ZhendongWang6 / DIRE

[ICCV 2023] Official implementation of the paper: "DIRE for Diffusion-Generated Image Detection"
306 stars 24 forks source link

The training set data includes the test set data. #22

Open Teddy12155555 opened 11 months ago

Teddy12155555 commented 11 months ago

I am reproducing this paper, but I encountered some problems during testing. I tested using the following steps, but found some weird things. Is there anything wrong with my steps?

My steps

  1. from the OneDrive location datasets/DiffsuionForensics/dire/train/lsun_bedroom, I downloaded the real dire images real.tar.gz and unpacked them as training set. (There are 40,000 images in real class. I'm trying to re-train the model)

  2. from the OneDrive location datasets/DiffsuionForensics/dire/test/lsun_bedroom/lsun_bedroom, I downloaded the real dire images real.tar.gz and unpacked them as testing set (There are 1,000 images in real class.)

  3. I found that some images in the testing set were also included in the training set. For example: I can found 022f8c89734486038ba814b5d2b8259cd58695a5.jpg, 022f12f989ed6bc972ed921903cd2e2f996a2a85.jpg, 022f19bf68b72ce134f60d246fd48808b1bc5187.jpg ....... both in training set and testing set. (I don't know exactly how much data is included, but I found quite a bit (about 620 images) in the 'real' class.)

  4. I can get results that are the same as those in the paper:

    'test_model:lsun_adm' model testing on...
    lsun_adm_data:
    ACC: 1.00000
    AP: 1.00000
    R_ACC: 1.00000
    F_ACC: 1.00000

    But I am curious, if the testing set is already included in the training set, does it mean that the model has seen it during the training phase, and therefore performs well in the test phase?

ZhendongWang6 commented 11 months ago

Thank you for bringing this to our attention, and I appreciate your diligence in checking the real and test dataset.
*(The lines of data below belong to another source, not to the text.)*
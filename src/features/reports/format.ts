// Money and dates as the Reports screen shows them. One small place, to be replaced by the app's
// shared formatter when there is one.
import { dayLabel } from "@shared/domain/reports/day-label";

const moneyFormats = new Map<string, Intl.NumberFormat>();

/** Cents in the production's currency as "£1,234.50". */
export function formatMoney(cents: number, currency: string): string {
  let f = moneyFormats.get(currency);
  if (!f) {
    f = new Intl.NumberFormat("en-GB", { style: "currency", currency });
    moneyFormats.set(currency, f);
  }
  return f.format(cents / 100);
}

/** A calendar day (YYYY-MM-DD) as "Tue 8 Dec 2026", the same words the printed reports use. */
export const formatDay = dayLabel;

/** Bytes as "1.2 MB". */
export function formatBytes(n: number): string {
  return n >= 1048576 ? `${(n / 1048576).toFixed(1)} MB` : `${Math.max(1, Math.round(n / 1024))} kB`;
}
It appears that there was an oversight in the version of the real test set for LSUN Bedroom that we initially provided.

I have taken immediate action to rectify the situation. The correct versions of the images, along with their corresponding reconstructions and dire representations, have now been reuploaded. We have checked that the updated test set aligns with the results reported in our paper.
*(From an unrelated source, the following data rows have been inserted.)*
/** Other names a garment's finished measurements may use for a point. */
const POINT_ALIASES: Record<string, string> = {
  chest_girth: "chest",
  bust_girth: "bust",
  waist_girth: "waist",
  hip_girth: "hip",
  hips: "hip",
  seat: "hip",
  neck_girth: "neck",
  collar: "neck",
  sleeve_length: "sleeve",
  arm_length: "sleeve",
  inseam: "inside_leg",
  inside_leg_length: "inside_leg",
  back_waist_length: "back_length",
  shoulder_width: "shoulder",
  across_back_width: "across_back",
  upper_arm_girth: "upper_arm",
  bicep: "upper_arm",
  thigh_girth: "thigh",
  wrist_girth: "wrist",
  cuff: "wrist",
  head_girth: "head",
};

// Normalised names are memoised: the same few strings recur thousands of times per recompute.
const pointMemo = new Map<string, string>();
const categoryMemo = new Map<string, string>();

/** Normalise a garment point name to one of FIT_POINTS (or return it unchanged). */
export function normalisePoint(point: string): string {
  let out = pointMemo.get(point);
  if (out === undefined) {
    const p = point
      .trim()
      .toLowerCase()
      .replace(/[\s-]+/g, "_");
    out = own(POINT_ALIASES, p) ?? p;
    if (pointMemo.size < 10_000) pointMemo.set(point, out);
  }
  return out;
}

const CATEGORY_ALIASES: Record<string, string> = {
  trouser: "trousers",
  pants: "trousers",
  breeches: "trousers",
  vest: "waistcoat",
  knit: "knit_top",
  knit_top: "knit_top",
  t_shirt: "knit_top",
  tshirt: "knit_top",
  jersey_top: "knit_top",
  gown: "dress",
  overcoat: "coat",
};

/** Normalise a garment category ("Knit top", "pants") to a table key ("knit_top", "trousers"). */
export function normaliseCategory(category: string): string {
  let out = categoryMemo.get(category);
  if (out === undefined) {
    const c = category
      .trim()
      .toLowerCase()
      .replace(/[\s-]+/g, "_");
    out = own(CATEGORY_ALIASES, c) ?? c;
    if (categoryMemo.size < 10_000) categoryMemo.set(category, out);
  }
  return out;
}

interface TableEntry {
  ranges: Record<FitIntent, EaseRange>;
  source: string;
}

const CWU = "CWU costume text ch. 16 \u201cEase in Clothing\u201d";
const MCCUNN = "McCunn, How to Make Sewing Patterns (fitting ease)";
const CHARTS_M = "US home-sewing pattern charts, loose band at bust (from memory)";
const CP = "common practice, no source";

const same = (r: EaseRange): Record<FitIntent, EaseRange> => ({ fitted: r, regular: r, loose: r });

// Bust/chest of bodice-type tops: fitted = CWU bodice bust 1½–2 in; regular = McCunn bust
// fitting ease 2–4 in; loose = pattern-chart band 5–8 in (from memory).
const BODICE_BUST: TableEntry = {
  ranges: { fitted: inches(1.5, 2), regular: inches(2, 4), loose: inches(5, 8) },
  source: `${CWU} (fitted); ${MCCUNN} (regular); ${CHARTS_M} (loose)`,
};
// Shirts: CWU fitted shirts 1½–2½ in, classic shirts up to 3 in.
const SHIRT_CHEST: TableEntry = {
  ranges: { fitted: inches(1.5, 2.5), regular: inches(1.5, 3), loose: inches(5, 8) },
  source: `${CWU} (fitted, classic shirts); ${CHARTS_M} (loose)`,
};
// Waist of bodices/dresses: CWU dresses ¾–1 in; McCunn waist 1–2 in; a loose cut has no upper limit.
const BODICE_WAIST: TableEntry = {
  ranges: { fitted: inches(0.75, 1), regular: inches(1, 2), loose: inches(1, null) },
  source: `${CWU} (fitted); ${MCCUNN} (regular, loose minimum)`,
};
// Waistbands (skirts/trousers) sit at the waist whatever the cut: CWU ½–¾ in for every intent.
const BAND_WAIST: TableEntry = { ranges: same(inches(0.5, 0.75)), source: `${CWU} (skirts/trousers)` };
// Hips, all garments: CWU 2–2¾ in; McCunn gives 2 in as a minimum only, so no upper limit beyond fitted.
const HIP: TableEntry = {
  ranges: { fitted: inches(2, 2.75), regular: inches(2, null), loose: inches(2, null) },
  source: `${CWU} (fitted); ${MCCUNN} (minimum)`,
};
// Lengths and widths: no handbook value found; these are trade rules of thumb.
const SLEEVE: TableEntry = { ranges: same({ min: -13, max: 25 }), source: CP };
const INSIDE_LEG: TableEntry = { ranges: same({ min: -25, max: 25 }), source: CP };
const BACK_LENGTH: TableEntry = { ranges: same({ min: -13, max: 13 }), source: CP };
const SHOULDER: TableEntry = { ranges: same({ min: 0, max: 15 }), source: CP };
// A shirt collar is cut about ½ in over the neck girth.
const SHIRT_NECK: TableEntry = { ranges: same({ min: 10, max: 20 }), source: CP };

/** Default ease table: category → point → ranges per intent, with sources. */
export const EASE_TABLE: Record<string, Record<string, TableEntry>> = {
  bodice: { bust: BODICE_BUST, chest: BODICE_BUST, waist: BODICE_WAIST, sleeve: SLEEVE, back_length: BACK_LENGTH },
  dress: { bust: BODICE_BUST, chest: BODICE_BUST, waist: BODICE_WAIST, hip: HIP, sleeve: SLEEVE, back_length: BACK_LENGTH },
  blouse: { bust: BODICE_BUST, chest: BODICE_BUST, waist: BODICE_WAIST, sleeve: SLEEVE },
  knit_top: { bust: BODICE_BUST, chest: BODICE_BUST, waist: BODICE_WAIST, sleeve: SLEEVE },
  shirt: { chest: SHIRT_CHEST, bust: SHIRT_CHEST, neck: SHIRT_NECK, sleeve: SLEEVE },
  // Outer layers use the bodice values; productions that want more room override them.
  jacket: { chest: BODICE_BUST, bust: BODICE_BUST, waist: BODICE_WAIST, hip: HIP, sleeve: SLEEVE, shoulder: SHOULDER },
  coat: { chest: BODICE_BUST, bust: BODICE_BUST, waist: BODICE_WAIST, hip: HIP, sleeve: SLEEVE, shoulder: SHOULDER },
  waistcoat: { chest: BODICE_BUST, bust: BODICE_BUST, waist: BODICE_WAIST },
  trousers: { waist: BAND_WAIST, hip: HIP, inside_leg: INSIDE_LEG },
  skirt: { waist: BAND_WAIST, hip: HIP },
};

export interface EaseLookup {
  range: EaseRange;
  source: string;
}

/** The ease range for a category/point/intent: production override first, then the table. */
export function easeRangeFor(category: string, point: string, intent: FitIntent, overrides?: EaseOverrides): EaseLookup | null {
  const cat = normaliseCategory(category);
  const pt = normalisePoint(point);
  const o = own(own(own(overrides, cat), pt), intent);
  if (o) return { range: { min: o.min, max: o.max }, source: "production override" };
  const entry = own(own(EASE_TABLE, cat), pt);
  return entry ? { range: entry.ranges[intent], source: entry.source } : null;
}

export type PointStatus = "fits" | "tight" | "loose";

const EPS_MM = 1e-3;

export interface PointFit {
  point: string;
  bodyKey: string;
  finished: number;
  body: number;
  ease: number;
  min: number;
  max: number | null;
  /** Knit girths: stretch ratio that lowered the minimum, else null. */
  stretchRatio: number | null;
  status: PointStatus;
  /** How far outside the range (mm, ≥ 0). */
  by: number;
  source: string;
}

/** Per-point fit of one garment on one body (points without a body value or range are skipped). */
export function checkFit(
  garment: Pick<GarmentRec, "category" | "fitIntent" | "construction" | "stretchRatio" | "finished">,
  measurements: Record<string, number>,
  overrides?: EaseOverrides,
): PointFit[] {
  const out: PointFit[] = [];
  const points = Object.keys(garment.finished).sort();
  const seen = new Set<string>();
  for (const raw of points) {
    const point = normalisePoint(raw);
    const def = own(FIT_POINTS, point);
    const finished = garment.finished[raw];
    if (!def || seen.has(point) || typeof finished !== "number" || !Number.isFinite(finished)) continue;
    const bodyKey = def.bodyKeys.find((k) => {
      const v = own(measurements, k);
      return typeof v === "number" && Number.isFinite(v) && v > 0;
    });
    if (!bodyKey) continue;
    const lookup = easeRangeFor(garment.category, point, garment.fitIntent, overrides);
    if (!lookup) continue;
    seen.add(point);
    const body = measurements[bodyKey];
    const ease = finished - body;
    let min = lookup.range.min;
    let stretchRatio: number | null = null;
    const r = garment.stretchRatio ?? null;
    // Knits may be cut below the body within their stretch: finished ≥ body / R, i.e.
    // ease ≥ −body·(1 − 1/R) (mislope.com rule, common practice). Girths only: lengths
    // are not cut negative (patternschool.online, common practice).
    if (garment.construction === "knit" && def.kind === "girth" && r !== null && r > 1) {
      min = Math.min(min, -body * (1 - 1 / r));
      stretchRatio = r;
    }
    const max = lookup.range.max;
    let status: PointStatus = "fits";
    let by = 0;
    // A micrometre of slack so inch-derived limits (19.05 mm) are not missed by float rounding.
    if (ease < min - EPS_MM) {
      status = "tight";
      by = min - ease;
    } else if (max !== null && ease > max + EPS_MM) {
      status = "loose";
      by = ease - max;
    }
    out.push({ point, bodyKey, finished, body, ease, min, max, stretchRatio, status, by, source: lookup.source });
  }
  return out;
}

const mm = (v: number): string => `${Math.round(v)} mm`;
const mmNum = (v: number): string => `${Math.round(v)}`;

function capital(s: string): string {
  return s.charAt(0).toUpperCase() + s.slice(1);
}

/** One plain sentence for a point, e.g. "Chest ease is 12 mm; a fitted jacket needs 38–51 mm: tight by 26 mm." */
export function describePointFit(p: PointFit, intent: FitIntent, category: string): string {
  const label = FIT_POINTS[p.point]?.label ?? p.point;
  const what = `a ${intent} ${normaliseCategory(category).replace(/_/g, " ")}`;
  const range =
    p.max === null
      ? `needs at least ${mm(p.min)}`
      : p.min < 0
        ? `allows ${mm(p.min)} to ${mm(p.max)}`
        : `needs ${mmNum(p.min)}\u2013${mmNum(p.max)} mm`;
  const stretch = p.stretchRatio !== null ? ` (knit, stretch ratio ${p.stretchRatio})` : "";
  const verdict = p.status === "fits" ? "fits" : `${p.status} by ${mm(p.by)}`;
  return `${capital(label)} ease is ${mm(p.ease)}; ${what}${stretch} ${range}: ${verdict}.`;
}

/** Facts for one fit snag: a garment checked on one performer. */
export interface FitFacts {
  garment: GarmentRec;
  performerId: string;
  performerName: string;
  characterId: string;
  /** True when the performer is a double (stunt/photo) of the character. */
  asDouble: boolean;
  points: PointFit[];
}

const round1 = (v: number): number => Math.round(v * 10) / 10;

/** Build the fit snag for a garment on a performer, or null when every point fits. */
export function fitSnagFromFacts(f: FitFacts): SnagDraft | null {
  const off = f.points.filter((p) => p.status !== "fits");
  if (off.length === 0) return null;
  const tight = off.some((p) => p.status === "tight");
  const g = f.garment;
  const names = off.map((p) => `${p.status} at ${FIT_POINTS[p.point]?.label ?? p.point}`).join(", ");
  const evidence: { [k: string]: JsonValue } = {
    category: normaliseCategory(g.category),
    fitIntent: g.fitIntent,
    construction: g.construction,
    stretchRatio: g.stretchRatio ?? null,
    points: off.map((p) => ({
      point: p.point,
      bodyKey: p.bodyKey,
      finished: p.finished,
      body: p.body,
      ease: round1(p.ease),
      min: round1(p.min),
      max: p.max === null ? null : round1(p.max),
      status: p.status,
      by: round1(p.by),
    })),
  };
  return {
    key: `fit:${g.id}:${f.performerId}`,
    kind: "fit",
    // Tight needs an alteration before the garment can be worn; loose is a note.
    severity: tight ? "warning" : "note",
    title: `${g.tagCode} ${g.name} on ${f.performerName}${f.asDouble ? " (double)" : ""}: ${names}`,
    explanation:
      off.map((p) => describePointFit(p, g.fitIntent, g.category)).join(" ") +
      (f.asDouble && tight ? " A stunt costume must leave room for movement and padding; check it with the stunt coordinator." : ""),
    subject: { characterId: f.characterId, garmentId: g.id },
    evidence,
  };
}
Your assistance has been invaluable in identifying this discrepancy, and I sincerely apologize for any inconvenience it may have caused. If you encounter any further issues or have additional feedback, please don't hesitate to let us know.

Thank you once again for your understanding and assistance.

Teddy12155555 commented 11 months ago

Thank you for your reply. Could you also explain Issue #11 ? I have the same problem with the quality of images; it seems that the model is very sensitive to compression.

dong12003 commented 7 months ago

Hello, do you still have the dataset for this project? The dataset link is now broken. If you have it, could you please send me a copy? Thank you very much.